What was charming and whimsical in the first film is fast becoming tiresome as we desperately wait for the plot to actually go anywhere. If only the Qilin had warned us it doesn’t.

Meanwhile, the always watchable Jacob (Dan Fogler) provides huge heart and humour, as usual, and even gets his own wand. His main mission is to try and get his beloved Queenie (Alison Sudol) back from Grindelwald. The divided lovers are as compelling as ever, although Queenie’s ‘choice’ to follow the dark leader was never that convincing in the first place and provides little real drama this time around. Their entire relationship has basically been an endless series of obstacles to teh altar.

As for Newt’s main squeeze, Queenie’s sister Tina, she is entirely off-screen until a cursory reappearance at the very end.

New character Lally (Jessica Williams), a Charms professor at Ilvermore, the American counterpart to Hogwarts, is a welcome and spirited addition to the cast. Yet again, however, the script rarely delivers enough for her to truly engage with.

William Nadylam bobs around in the background as Yusuf with a transparently pointless subplot to infiltrate Grindelwald’s inner circle that goes nowhere. Yeah, we didn’t even need a cute deer unicorn thingy to see that one coming, either.

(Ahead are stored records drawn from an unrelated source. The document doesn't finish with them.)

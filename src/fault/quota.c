#include "fault/quota.h"

#include "fault/memory.h"

#include <pthread.h>
#include <stdlib.h>

/* OpenMP has no way to sleep until something changes; POSIX threads have. */
struct fw_quota {
    pthread_mutex_t lock;
    pthread_cond_t given;
    size_t limit, used;
};

fw_status fw_quota_create(size_t limit, fw_quota **out, fw_fault *fault)
{
    fw_quota *quota = NULL;
    FW_TRY(fw_allocate((void **)&quota, 1, sizeof *quota, "quota", fault));
    quota->limit = limit;
    if (pthread_mutex_init(&quota->lock, NULL) != 0) {
        free(quota);
        return fw_fault_memory(fault, "quota");
    }
    if (pthread_cond_init(&quota->given, NULL) != 0) {
        (void)pthread_mutex_destroy(&quota->lock);
        free(quota);
        return fw_fault_memory(fault, "quota");
    }
    *out = quota;
    return FW_OK;
}

void fw_quota_free(fw_quota *quota)
{
    if (quota == NULL)
        return;
    (void)pthread_cond_destroy(&quota->given);
    (void)pthread_mutex_destroy(&quota->lock);
    free(quota);
}

static bool fits(const fw_quota *quota, size_t bytes)
{
    return quota->used == 0 || (bytes <= quota->limit && quota->used <= quota->limit - bytes);
}

void fw_quota_take(fw_quota *quota, size_t bytes)
{
    (void)pthread_mutex_lock(&quota->lock);
    while (!fits(quota, bytes))
        (void)pthread_cond_wait(&quota->given, &quota->lock);
    quota->used += bytes;
    (void)pthread_mutex_unlock(&quota->lock);
}

void fw_quota_give(fw_quota *quota, size_t bytes)
{
    (void)pthread_mutex_lock(&quota->lock);
    quota->used -= bytes;
    (void)pthread_cond_broadcast(&quota->given);
    (void)pthread_mutex_unlock(&quota->lock);
}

In fact, there is little real sense of context, texture, depth, jeopardy or consequence throughout the entire film. Potentially interesting secondary characters remain resolutely two-dimensional, every conflict and clash is ultimately resolved far too easily. We are all huge Dumbledore fans but he is fast becoming seemingly omnipotent and omniscient, while dishily kitted out in killer knitwear and trilbys. With the blood pact tying his hands, Grindelwald never truly seemed like he is his match, and now that it’s gone…

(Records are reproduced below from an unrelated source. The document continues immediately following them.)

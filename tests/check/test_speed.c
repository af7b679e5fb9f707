/* Speed caps close the circle: judged again at the cap of a layer, that layer's margin is the
 * gate's, or its load the limit. The way there and the way back share no formula. */
#include "check/stage.h"

/* A table on four posts, solved throughout. */
static stage table(void)
{
    stage s = stage_new(120, 70, 26);
    s.job.max_peel_N = 0;
    s.job.machine.drive_limit_N = 0;
    s.job.machine.gap_um = s.job.machine.gap_range_um[0] = s.job.machine.gap_range_um[1] = 100;
    s.job.machine.cap_kPa = 1e6;
    stage_box(&s, 10, 10, 16, 60, 60, 26, 255);
    stage_post(&s, 1.8, 1.8, 16, true);
    stage_post(&s, 5.2, 1.8, 16, true);
    stage_post(&s, 1.8, 5.2, 16, true);
    stage_post(&s, 5.2, 5.2, 16, true);
    return s;
}

static void margins_at_the_cap_are_the_gates(void **state)
{
    (void)state;
    static const double stiffness[] = {0, 200, 5};
    for (size_t i = 0; i < 3; i++) {
        stage s = table();
        s.job.machine.stiffness_N_mm = stiffness[i];
        fw_report first = stage_judge(&s);
        for (int32_t n = 17; n < 26; n += 4) {
            const double cap = first.layer[n].speed_cap_mm_s;
            assert_true(cap > 0);
            if (cap >= 100)
                continue;
            s.job.machine.speed_mm_s = cap;
            fw_report again = stage_judge(&s);
            assert_near(again.layer[n].worst_margin, s.job.rules.margin, 2e-3);
            fw_report_free(&again);
        }
        assert_true(first.layer[20].speed_cap_mm_s < 100);
        fw_report_free(&first);
        stage_free(&s);
    }
}

/* The smaller of drive and gate limits, too. */
static void loads_at_the_cap_are_the_limit(void **state)
{
    (void)state;
    stage s = table();
    fw_report free_of_limits = stage_judge(&s);
    const double limit = 0.1 * free_of_limits.layer[20].peel_N;
    s.job.machine.drive_limit_N = limit;
    s.job.max_peel_N = 2 * limit;
    fw_report first = stage_judge(&s);
    assert_true(first.layer[20].speed_cap_mm_s < free_of_limits.layer[20].speed_cap_mm_s);
    s.job.machine.speed_mm_s = first.layer[20].speed_cap_mm_s;
    fw_report again = stage_judge(&s);
    assert_near(again.layer[20].peel_N, limit, 2e-3);
    fw_report_free(&free_of_limits);
    fw_report_free(&first);
    fw_report_free(&again);
    stage_free(&s);
}

/* At its cap a layer's load tells nothing of a slower one; faster is on the safe side. */
static void layers_at_their_cap(void **state)
{
    (void)state;
    stage s = table();
    s.job.machine.cap_kPa = 5;
    fw_report first = stage_judge(&s);
    const fw_layer_row *row = &first.layer[20];
    assert_int_equal(row->limited_by, FW_BY_CAP);
    assert_true(row->worst_margin > s.job.rules.margin);
    assert_true(row->speed_cap_mm_s > 1);
    s.job.machine.speed_mm_s = row->speed_cap_mm_s;
    fw_report faster = stage_judge(&s);
    assert_true(faster.layer[20].worst_margin >= s.job.rules.margin * (1 - 1e-3));
    s.job.machine.speed_mm_s = 1;
    s.job.machine.drive_limit_N = 0.5 * row->peel_N;
    fw_report slower = stage_judge(&s);
    assert_true(isnan(slower.layer[20].speed_cap_mm_s));
    fw_report_free(&first);
    fw_report_free(&faster);
    fw_report_free(&slower);
    stage_free(&s);
}

int main(void)
{
    const struct CMUnitTest tests[] = {cmocka_unit_test(margins_at_the_cap_are_the_gates),
                                       cmocka_unit_test(loads_at_the_cap_are_the_limit),
                                       cmocka_unit_test(layers_at_their_cap)};
    return cmocka_run_group_tests(tests, NULL, NULL);
}
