/* Where the time goes: seconds of wall time by kind of work, for --verbose and the benchmark. Never
 * written into any result. One thread adds at a time. */
#ifndef FW_TIMES_H
#define FW_TIMES_H

typedef enum fw_work {
    FW_WORK_READING,  /* files read and decoded */
    FW_WORK_PACKING,  /* into the layer store */
    FW_WORK_STAMPING, /* layers unpacked and posts drawn in */
    FW_WORK_SHEETS,   /* spans and regions of each layer */
    FW_WORK_JOINING,  /* overlaps of neighbouring layers */
    FW_WORK_GROUND,   /* bodies, debt, voids, placing */
    FW_WORK_PEEL,     /* film solves */
    FW_WORK_SHARE,    /* loads to anchors, sections, clearance */
    FW_WORK_LATTICE,  /* free space for routes */
    FW_WORK_ROUTING,
    FW_WORK_ENCODING,
    FW_WORK_WRITING,
    FW_WORK_COUNT
} fw_work;

typedef struct fw_times {
    double seconds[FW_WORK_COUNT];
} fw_times;

const char *fw_work_name(fw_work work); /* "reading", ... */

/* Seconds on a clock that never goes back. */
double fw_times_now(void);

/* Adds what has passed since `began`. times may be NULL. */
void fw_times_add(fw_times *times, fw_work work, double began);

#endif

The major battles between Dumbledore, Credence and Grindelwald are also rather muddled to watch. Although much of this big budget blockbuster looks suitable glossy, surprisingly, some of the CGI wide-screen panoramas, especially a long-shot of Hogwarts, are poorly rendered.

To be clear, the film still generally looks very handsome and the performances are universally strong. It’s not even a problem that the whole series is nominally based on a slim textbook. The wider story of wizard and Muggle worlds sliding into fascism against personal dramas is more than fascinating enough.

It’s just that this film brings nothing new to the storylines, it goes in endless circles and the script frequently sags. So many characters from the international wizarding world are briefly introduced but never explored. But then neither are the central ones. It’s frustrating and, worst of all, it drags.

It’s starting to feel like those three ludicrously stretched Hobbit films. And nobody, Muggle or otherwise, wants that.